Com todas essas roupas, vocês ainda brincavam do 'que vestir' em casa, como as outras meninas? "Totalmente!", Grita Ashley. "Eu passava no meu armário todo o tempo, colocava várias coisas juntas, parecia que um tornado me atingiu." "Ainda faço", ela completa, em seguida, elas brigam sobre um sweater Céline que Mary-Kate tinha sequestrado de Ashley. Portanto, há uma linha de demarcação entre seus guarda-roupas? "Hmm", diz Smashley. "Não é dela, não é meu. E uma pilha 'talvez' enorme. "

De suas influências, Mary-Kate sai em vívidos detalhes sobre a observação de como as mulheres ao seu redor estão vestidas. "Nós tivemos as nossas observações sobre a mudança da moda, quando deixou de ser tão anos 80 ao slipdress e o lábio escuro. As estudantes voltando da faculdade no era grunge. E, em seguida, Lori Loughlin [Full House] e ainda Donna Karan." Foi na época da moda masculina de riscas de Gaultier. Em seguida, o hit: Era grunge - vestir-se ainda é a base de sua aparência hoje - tudo o que elas têm! habilidade em vestidos em camadas, blusas, costura de forma livre, experimentação e vendo possibilidades de reaproveitamento, redimensionando e separando coisas...Mas Mary-Kate e Ashley Olsen nasceram em 1986, e coleção grunge de Marc Jacobs para Perry Ellis saiu em 1992. Então, isso foi quando elas tinham seis anos? Elas confirmam, inexpressivas.

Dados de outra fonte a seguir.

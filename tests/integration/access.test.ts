import { afterAll, beforeAll, describe, expect, it } from 'vitest'
import { Round, User, Visit } from '../../server/db/models'
import { closeTestDatabase, testDatabase } from '../support/database'
import { type Client, DEMO, demoUser, freshClient } from '../support/server'

// Every protected route, and which roles it opens to. Adding a route means adding it here.
// `ok` is what an allowed role gets when calling without a body (400: the role passed, the input did not).
// :round and :visit stand for the demo round and one of its visits; :uuid for an id nothing has.
const ROUTES: Array<{ method: 'GET' | 'POST' | 'PUT' | 'PATCH' | 'DELETE', path: string, roles: string[], ok?: number }> = [
  { method: 'GET', path: '/api/me', roles: ['admin', 'coordinator', 'enumerator', 'funder'] },
  { method: 'POST', path: '/api/me/password', roles: ['admin', 'coordinator', 'enumerator', 'funder'], ok: 400 },
  { method: 'GET', path: '/api/me/sessions', roles: ['admin', 'coordinator', 'enumerator', 'funder'] },
  { method: 'DELETE', path: '/api/me/sessions/999999', roles: ['admin', 'coordinator', 'enumerator', 'funder'], ok: 404 },
  { method: 'DELETE', path: '/api/people/999999/sessions', roles: ['admin'], ok: 404 },
  { method: 'GET', path: '/api/people', roles: ['admin'] },
  { method: 'POST', path: '/api/people/invitations', roles: ['admin'], ok: 400 },
  { method: 'PATCH', path: '/api/people/1', roles: ['admin'], ok: 400 },
  { method: 'GET', path: '/api/audit', roles: ['admin'] },
  { method: 'GET', path: '/api/audit/export', roles: ['admin'] },
  { method: 'GET', path: '/api/settings', roles: ['admin'] },
  { method: 'PUT', path: '/api/settings', roles: ['admin'], ok: 400 },
  { method: 'GET', path: '/api/outbox', roles: ['admin'] },
  { method: 'GET', path: '/api/field/setup', roles: ['enumerator'] },
  { method: 'GET', path: '/api/sync/visits', roles: ['enumerator'] },
  { method: 'POST', path: '/api/sync/visits', roles: ['enumerator'], ok: 400 },
  { method: 'PUT', path: '/api/photos/:uuid', roles: ['enumerator'], ok: 400 },
  { method: 'GET', path: '/api/rounds', roles: ['coordinator'] },
  { method: 'POST', path: '/api/rounds', roles: ['coordinator'], ok: 400 },
  { method: 'GET', path: '/api/rounds/:round', roles: ['coordinator'] },
  { method: 'PATCH', path: '/api/rounds/:round', roles: ['coordinator'], ok: 400 },
  { method: 'PUT', path: '/api/rounds/:round/questionnaire', roles: ['coordinator'], ok: 400 },
  { method: 'PUT', path: '/api/rounds/:round/villages', roles: ['coordinator'], ok: 400 },
  { method: 'PUT', path: '/api/rounds/:round/assignments', roles: ['coordinator'], ok: 400 },
  { method: 'GET', path: '/api/rounds/:round/sample', roles: ['coordinator'] },
  { method: 'PUT', path: '/api/rounds/:round/sample/999999', roles: ['coordinator'], ok: 400 },
  { method: 'POST', path: '/api/field/sample-outcomes', roles: ['enumerator'], ok: 400 },
  { method: 'POST', path: '/api/rounds/:round/imports/preview', roles: ['coordinator'], ok: 400 },
  { method: 'POST', path: '/api/rounds/:round/imports', roles: ['coordinator'], ok: 400 },
  { method: 'GET', path: '/api/villages', roles: ['coordinator'] },
  { method: 'POST', path: '/api/villages', roles: ['coordinator'], ok: 400 },
  { method: 'GET', path: '/api/review/visits', roles: ['coordinator'] },
  { method: 'POST', path: '/api/review/visits/:visit', roles: ['coordinator'], ok: 400 },
  { method: 'POST', path: '/api/review/accept-unflagged', roles: ['coordinator'], ok: 400 },
  { method: 'GET', path: '/api/review/photos/:uuid', roles: ['coordinator'], ok: 404 },
  { method: 'GET', path: '/api/models?roundId=:round', roles: ['coordinator'] },
  { method: 'POST', path: '/api/models', roles: ['coordinator'], ok: 400 },
  { method: 'POST', path: '/api/models/preview', roles: ['coordinator'], ok: 400 },
  { method: 'POST', path: '/api/models/plots', roles: ['coordinator'], ok: 400 },
  { method: 'GET', path: '/api/models/questions?roundId=:round', roles: ['coordinator'] },
  { method: 'GET', path: '/api/models/compare?ids=999998,999999', roles: ['coordinator'], ok: 404 },
  { method: 'GET', path: '/api/models/999999', roles: ['coordinator'], ok: 404 },
  { method: 'POST', path: '/api/models/999999/rerun', roles: ['coordinator'], ok: 404 },
  { method: 'POST', path: '/api/models/999999/scenarios', roles: ['coordinator'], ok: 400 },
  { method: 'POST', path: '/api/models/999999/publish', roles: ['coordinator'], ok: 400 },
  { method: 'POST', path: '/api/models/999999/publish-preview', roles: ['coordinator'], ok: 400 },
  { method: 'GET', path: '/api/models/999999/export', roles: ['coordinator'], ok: 404 },
  { method: 'GET', path: '/api/publications?roundId=:round', roles: ['coordinator'] },
  { method: 'DELETE', path: '/api/publications/999999', roles: ['coordinator'], ok: 404 },
  { method: 'GET', path: '/api/overview', roles: ['funder', 'coordinator'] },
  { method: 'GET', path: '/api/home/coordinator', roles: ['coordinator'] },
  { method: 'GET', path: '/api/home/funder', roles: ['funder'] },
  { method: 'GET', path: '/api/home/admin', roles: ['admin'] },
  { method: 'GET', path: '/api/overview/999999', roles: ['funder', 'coordinator'], ok: 404 },
  { method: 'GET', path: '/api/field/model?roundId=:round', roles: ['enumerator'] },
  { method: 'GET', path: '/api/rounds/:round/export', roles: ['coordinator'] },
  { method: 'GET', path: '/api/rounds/:round/panel', roles: ['coordinator'], ok: 400 },
  { method: 'GET', path: '/api/review/visits/:visit/other-rounds', roles: ['coordinator'] },
  { method: 'GET', path: '/api/models/other-rounds?roundId=:round', roles: ['coordinator'] },
  { method: 'GET', path: '/api/privacy/farm', roles: ['coordinator'], ok: 400 },
  { method: 'POST', path: '/api/privacy/erasures', roles: ['coordinator'], ok: 400 },
  { method: 'GET', path: '/api/settings/privacy', roles: ['admin'] },
  { method: 'PUT', path: '/api/settings/privacy', roles: ['admin'], ok: 400 },
  { method: 'POST', path: '/api/settings/privacy/purge', roles: ['admin'] }
]

// Public routes answer without a session (here 400 to an empty body), never 401.
const PUBLIC: Array<{ method: 'POST', path: string }> = [
  { method: 'POST', path: '/api/auth/link' },
  { method: 'POST', path: '/api/auth/password' },
  { method: 'POST', path: '/api/auth/forgot' }
]
const placeholders: Record<string, string> = { ':uuid': '00000000-0000-4000-8000-000000000000' }
const resolve = (path: string) => path.replace(/:[a-z]+/g, p => placeholders[p] ?? p)

const clients = new Map<string, Client>()

beforeAll(async () => {
  testDatabase()
  const demoRound = await Round.findOne({ where: { status: 'open' }, order: [['id', 'ASC']] })
  placeholders[':round'] = String(demoRound!.id)
  placeholders[':visit'] = (await Visit.findOne({ where: { roundId: demoRound!.id } }))!.id
  for (const user of DEMO.users) {
    const client = freshClient()
    await client.signIn(user.email)
    clients.set(user.role, client)
  }
})
afterAll(closeTestDatabase)

describe('every route checks the role on the server', () => {
  for (const route of ROUTES) {
    it(`${route.method} ${route.path} without a session answers 401`, async () => {
      const answer = await freshClient().request(route.method, resolve(route.path))
      expect(answer.status).toBe(401)
      expect(answer.body).toMatchObject({ message: 'Sign in to continue.' })
    })
    for (const user of DEMO.users) {
      const allowed = route.roles.includes(user.role)
      it(`${route.method} ${route.path} as ${user.role} answers ${allowed ? route.ok ?? 200 : 403}`, async () => {
        const answer = await clients.get(user.role)!.request(route.method, resolve(route.path))
        expect(answer.status).toBe(allowed ? route.ok ?? 200 : 403)
        if (!allowed) expect(answer.body.message).toBe('Your role does not allow this.')
      })
    }
  }

  for (const route of PUBLIC) {
    it(`${route.method} ${route.path} is public: 400 to an empty body, not 401`, async () => {
      const answer = await freshClient().request(route.method, route.path, {})
      expect(answer.status).toBe(400)
    })
  }

  it('answers 401 to an unknown /api path without a session (deny by default) and 404 with one', async () => {
    expect((await freshClient().get('/api/no-such-thing')).status).toBe(401)
    expect((await clients.get('admin')!.get('/api/no-such-thing')).status).toBe(404)
  })

  it('ignores a forged cookie', async () => {
    const client = freshClient()
    const answer = await client.request('GET', '/api/me', undefined)
    expect(answer.status).toBe(401)
    const forged = await fetch(`${process.env.FURROWCAST_TEST_URL}/api/me`, { headers: { cookie: 'nuxt-session=Fe26.2**forged**value' } })
    expect(forged.status).toBe(401)
  })

  it('follows a role change made in the database at the next request', async () => {
    const email = demoUser('coordinator').email
    const client = freshClient()
    await client.signIn(email)
    expect((await client.get('/api/people')).status).toBe(403)
    await User.update({ role: 'admin' }, { where: { email } })
    try {
      expect((await client.get('/api/people')).status).toBe(200)
    }
    finally {
      await User.update({ role: 'coordinator' }, { where: { email } })
    }
    expect((await client.get('/api/people')).status).toBe(403)
  })
})

describe('listing routes validate their query', () => {
  it.each([
    ['page=abc'],
    ['page=0'],
    ['pageSize=1000'],
    ['role=wizard'],
    ['status=maybe']
  ])('GET /api/people?%s answers 400 with a message', async (query) => {
    const answer = await clients.get('admin')!.get(`/api/people?${query}`)
    expect(answer.status).toBe(400)
    expect(answer.body.message).toMatch(/\w+: /)
  })

  it('filters people by role and search, paginated on the server', async () => {
    const admin = clients.get('admin')!
    // Other tests invite people at @team-test.example; the demo organisation's own people are at its domain.
    const byRole = await admin.get<{ items: Array<{ role: string }>, total: number }>('/api/people?role=enumerator&search=kestrel-valley.example')
    expect(byRole.status).toBe(200)
    expect(byRole.body.total).toBe(1)
    expect(byRole.body.items[0]!.role).toBe('enumerator')
    const bySearch = await admin.get<{ items: Array<{ email: string }> }>(`/api/people?search=${encodeURIComponent('Ndlela')}`)
    expect(bySearch.body.items.map(p => p.email)).toEqual([demoUser('coordinator').email])
    const paged = await admin.get<{ items: unknown[], total: number, pageSize: number }>('/api/people?pageSize=5&page=2')
    expect(paged.body.items).toHaveLength(Math.min(5, Math.max(0, paged.body.total - 5)))
  })

  it('shows the audit log to admins, newest first and filtered by action', async () => {
    const answer = await clients.get('admin')!.get<{ items: Array<{ id: number, action: string }> }>('/api/audit?action=signin')
    expect(answer.status).toBe(200)
    expect(answer.body.items.length).toBeGreaterThan(0)
    expect(answer.body.items.every(e => e.action.startsWith('signin'))).toBe(true)
    const ids = answer.body.items.map(e => e.id)
    expect([...ids].sort((a, b) => b - a)).toEqual(ids)
  })
})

Você muitas vezes se vê pensando, em choque o rumo em que tomou as gêmeas Olsen, mas que, na verdade, é o menos surpreendente de como elas são sobreviventes da fama na infância, que extraíram e reaplicaram os aspectos positivos de suas experiências para reinventar-se como adultas altamente eficazes. O nível crítico-aprovação da The Row atingiu este ano, e só em suas mentes o limite do que elas querem atingir. Perguntado sobre como elas vêem o seu futuro, a resposta é impressionante. "Eu quero gerenciar um estúdio (de criação)", diz Ashley, pensativa. "Eu provavelmente gostaria de gerir outras pessoas em suas marcas. Poderia ser uma artista. A jovem designer. Poderia ser uma marca já existente." Se isso foi dito por qualquer outra pessoa, de 24, você iria colocá-lo para dormir, sonho juvenil. Mas a partir de experiências vividas - a vida toda - no meio dos negócios? Há dez anos, portanto, não seria surpreendente se a pequena Ashley e Mary-Kate Olsen acabarem por serem duas das maiores players da moda norte-americano, primeiras em meados do século vinte. "A coisa sobre nós", Mary-Kate diz, "é que pensamos grande. Enorme." Afinal de contas, em 2021, eles vão ter apenas 34.


Por: Sarah Mower (Vogue US; Abril, 2011).